I logged in using the password in the email and went to change the pw page and it won't let me change the pw. Don't have time to screw with something stupid like this. Guess I will keep using the bogus long pw they supplied it seems to work as of now. Anybody else have that issue? The save changes bar never lights up when I try to complete the page????


----------



## whelk (Sep 21, 2015)

iainlondon said:


> Well I stay logged in as I cant remember a password I made up 6/7 years ago. Now I have to go through a pile of BS to log on here as I cant remember my password & I need it to reset a new one. Bye Bye TSF !!!


I was about to say "meh, that's a bit extreme. Just change your password to a new one". I read this thread before I attempted to change my own password.

The password requirements are plain daft. Must contain upper-case, must contain lower-case, must be at least ten characters, must contain numbers, must contain symbols.... sweet Jesus! I can get into my online banking with less fuss. With all due respect this is just a forum. In the eventuality that an account does get hacked the mods would be able to resolve it.

I will never, ever remember the password I just set. Not in a million years.... actually I'll have forgotten it in by the time I'm done posting this. I'm not going to say "bye bye TSF" over it, but I can see that having to continuously reset my password is going to get very old, very quickly.


----------



## mfatty500 (Jan 18, 2010)

I never got an email, just wouldn't let me log in, even after numerous trys, but then, all of a sudden it let me, log in


----------



## Admin4Tee's (Sep 3, 2013)

mfatty500 said:


> I never got an email, just wouldn't let me log in, even after numerous trys, but then, all of a sudden it let me, log in


What do you after numerous tries? Did you send us an email or use the forgot password function? 

Lee


----------



## mfatty500 (Jan 18, 2010)

No I just kept trying to log in and it finally let me in, all normal now


----------



## whelk (Sep 21, 2015)

Just taken me four attempts to log in on another PC, as I couldn't remember the password I'd set just a couple of hours ago.
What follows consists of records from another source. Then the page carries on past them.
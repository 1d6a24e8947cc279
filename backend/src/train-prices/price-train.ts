import {
  neededQuantity,
  priceAge,
  type PricedNeed,
  type PricedOffer,
  priceNeed,
  totalsByCurrency,
} from '@stageyard/libs/bill-of-materials';
import { HOUSE_RULES } from '../house-rules/house-rules.js';
import { type Preference } from '../offers/offer-terms.js';
import { type PartOffer } from '../offers/offers-finder.service.js';
import { type BomLineDto } from '../trains/dto/bom.dto.js';
import { type LinePriceDto } from './dto/line-price.dto.js';
import {
  type LostChoiceDto,
  type NoPriceReason,
  type TrainPriceLineDto,
  type TrainPricesDto,
} from './dto/train-prices.dto.js';
import { idleChoiceMessage, lostChoiceMessage } from './lost-choice.js';

/** What prices follow from beside the lines. Maps are by part number. */
export interface PriceBasis {
  buildQuantity: number;
  /** The day that offers are held against, ISO 8601 date. */
  on: string;
  prefer: Preference;
  offers: ReadonlyMap<string, readonly PartOffer[]>;
  levels: ReadonlyMap<string, { total: number }>;
  /** Offer ids that people chose. */
  choices: Readonly<Record<string, number>>;
}

type Line = Pick<BomLineDto, 'key' | 'findNumber' | 'partNumber' | 'quantity' | 'unit' | 'supply'>;

interface PricedLine {
  line: TrainPriceLineDto;
  lost: LostChoiceDto | null;
}

/** Prices every line of a bill of materials at a build quantity and adds up what can be added. */
export function priceTrain(lines: readonly Line[], basis: PriceBasis): TrainPricesDto {
  const all = lines.map((line) => priceLine(line, basis));
  const priced = all.map(({ line }) => line);
  const prices = priced.flatMap(({ price }) => price ?? []);
  const amounts = prices.map(({ lineTotal, currency }) => ({ minor: lineTotal, currency }));
  const leadTimes = prices.flatMap(({ leadTimeDays }) => leadTimeDays ?? []);
  return {
    buildQuantity: basis.buildQuantity,
    on: basis.on,
    lines: priced,
    totals: totalsByCurrency(amounts, HOUSE_RULES.currency).map(({ total, amounts: count }) => ({
      ...total,
      lines: count,
    })),
    unpriced: priced.flatMap(({ findNumber, key, reason }) =>
      reason === null || reason === 'made' ? [] : [{ findNumber, key, reason }],
    ),
    lostChoices: [...all.flatMap(({ lost }) => lost ?? []), ...idleChoices(lines, basis)],
    oldestPricedOn: prices.map(({ pricedOn }) => pricedOn).sort()[0] ?? null,
    tooOld: prices.filter(({ tooOld }) => tooOld).length,
    longestLeadTimeDays: leadTimes.length > 0 ? Math.max(...leadTimes) : null,
    shelf: shelfCover(priced),
  };
}

function priceLine(line: Line, basis: PriceBasis): PricedLine {
  const { key, findNumber, partNumber, unit } = line;
  const needed = neededQuantity(line.quantity, basis.buildQuantity);
  const common = {
    key,
    findNumber,
    partNumber,
    needed: needed ?? line.quantity * basis.buildQuantity,
    unit,
    onShelf: partNumber === null ? null : (basis.levels.get(partNumber)?.total ?? null),
  };
  const candidates = partNumber === null ? [] : (basis.offers.get(partNumber) ?? []);
  const chosenId = partNumber === null ? undefined : basis.choices[partNumber];
  if (needed === null || (candidates.length === 0 && chosenId === undefined)) {
    const reason = noOfferReason(line, candidates.length);
    return { line: { ...common, price: null, reason, otherOffers: 0 }, lost: null };
  }
  const { on, prefer } = basis;
  const need = { needed, candidates, chosenId: chosenId === undefined ? null : String(chosenId) };
  const priced = priceNeed(need, { on, prefer, currency: HOUSE_RULES.currency });
  return {
    line: {
      ...common,
      price: linePrice(priced, on),
      reason: priced.reason && noOfferReason(line, candidates.length),
      otherOffers: priced.otherOffers,
    },
    lost: lostChoice(line, need.chosenId, candidates, priced),
  };
}

function noOfferReason({ partNumber, supply }: Line, offers: number): NoPriceReason {
  if (offers > 0) return 'none-valid';
  if (supply === 'made') return 'made';
  return partNumber === null ? 'no-part' : 'no-offers';
}

function linePrice({ offer, chosenBy }: PricedNeed<PartOffer>, on: string): LinePriceDto | null {
  if (!offer?.price || !chosenBy) return null;
  const { price } = offer;
  const ageDays = priceAge(offer.pricedOn, on);
  const { cheaperAt } = price;
  return {
    offerId: offer.id,
    supplier: { code: offer.supplierCode, name: offer.supplierName },
    supplierPartNumber: offer.supplierPartNumber,
    currency: offer.currency,
    per: offer.per,
    unitPrice: price.unitPrice,
    orderQuantity: price.orderQuantity,
    lineTotal: price.lineTotal.minor,
    surplus: price.surplus,
    cheaperAt: cheaperAt && {
      orderQuantity: cheaperAt.orderQuantity,
      lineTotal: cheaperAt.lineTotal.minor,
      saves: cheaperAt.saves.minor,
    },
    leadTimeDays: offer.arrivalDays,
    pricedOn: offer.pricedOn,
    ageDays,
    tooOld: ageDays > HOUSE_RULES.priceAgeDays,
    validUntil: offer.validUntil,
    chosenBy,
  };
}

function lostChoice(
  { key, partNumber }: Line,
  offerId: string | null,
  candidates: readonly PartOffer[],
  { lostChoice: lost, offer }: { lostChoice: PricedNeed['lostChoice']; offer: PricedOffer<PartOffer> | null },
): LostChoiceDto | null {
  if (lost === null || partNumber === null || offerId === null) return null;
  const wanted = candidates.find(({ id }) => id === offerId);
  return { partNumber, offerId, key, message: lostChoiceMessage(partNumber, lost, wanted, offer) };
}

/** Choices for parts that were on the train once. */
function idleChoices(lines: readonly Line[], { choices }: PriceBasis): LostChoiceDto[] {
  const present = new Set(lines.map(({ partNumber }) => partNumber));
  return Object.entries(choices)
    .filter(([partNumber]) => !present.has(partNumber))
    .map(([partNumber, offerId]) => ({
      partNumber,
      offerId: String(offerId),
      key: null,
      message: idleChoiceMessage(partNumber),
    }));
}

/** A shelf covers a line when it covers every line of the same part together. */
function shelfCover(lines: readonly TrainPriceLineDto[]): TrainPricesDto['shelf'] {
  const ofLibrary = lines.filter(({ partNumber }) => partNumber !== null);
  const needs = new Map<string | null, number>();
  for (const { partNumber, needed } of ofLibrary) {
    needs.set(partNumber, (needs.get(partNumber) ?? 0) + needed);
  }
  const covered = ofLibrary.filter(
    ({ partNumber, onShelf }) => (onShelf ?? 0) >= (needs.get(partNumber) ?? 0),
  );
  return { covered: covered.length, lines: ofLibrary.length };
}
Come on guys, at LEAST drop the requirement to have symbols in a password!


----------



## Ripcord (Sep 2, 2006)

whelk said:


> Must contain upper-case, must contain lower-case, must be at least ten characters, must contain numbers, must contain symbols....


I bet even Guccifer has trouble getting in here...


----------



## Biverson (Oct 20, 2014)

It took me awhile but I logged in online and it looks like the site was compromised back in Feb. 

http://www.verticalscope.com/about-us/notice-of-data-breach.html

Sent from my SM-G930V using Tapatalk


----------



## lalove (Aug 16, 2007)

To confirm whether it was legit or not I just asked them to change my
password. I got the email too and wasn't sure i should trust it


----------



## Chuckie C (Sep 22, 2007)

WHY?
Nothing else to do except tick everyone off?


----------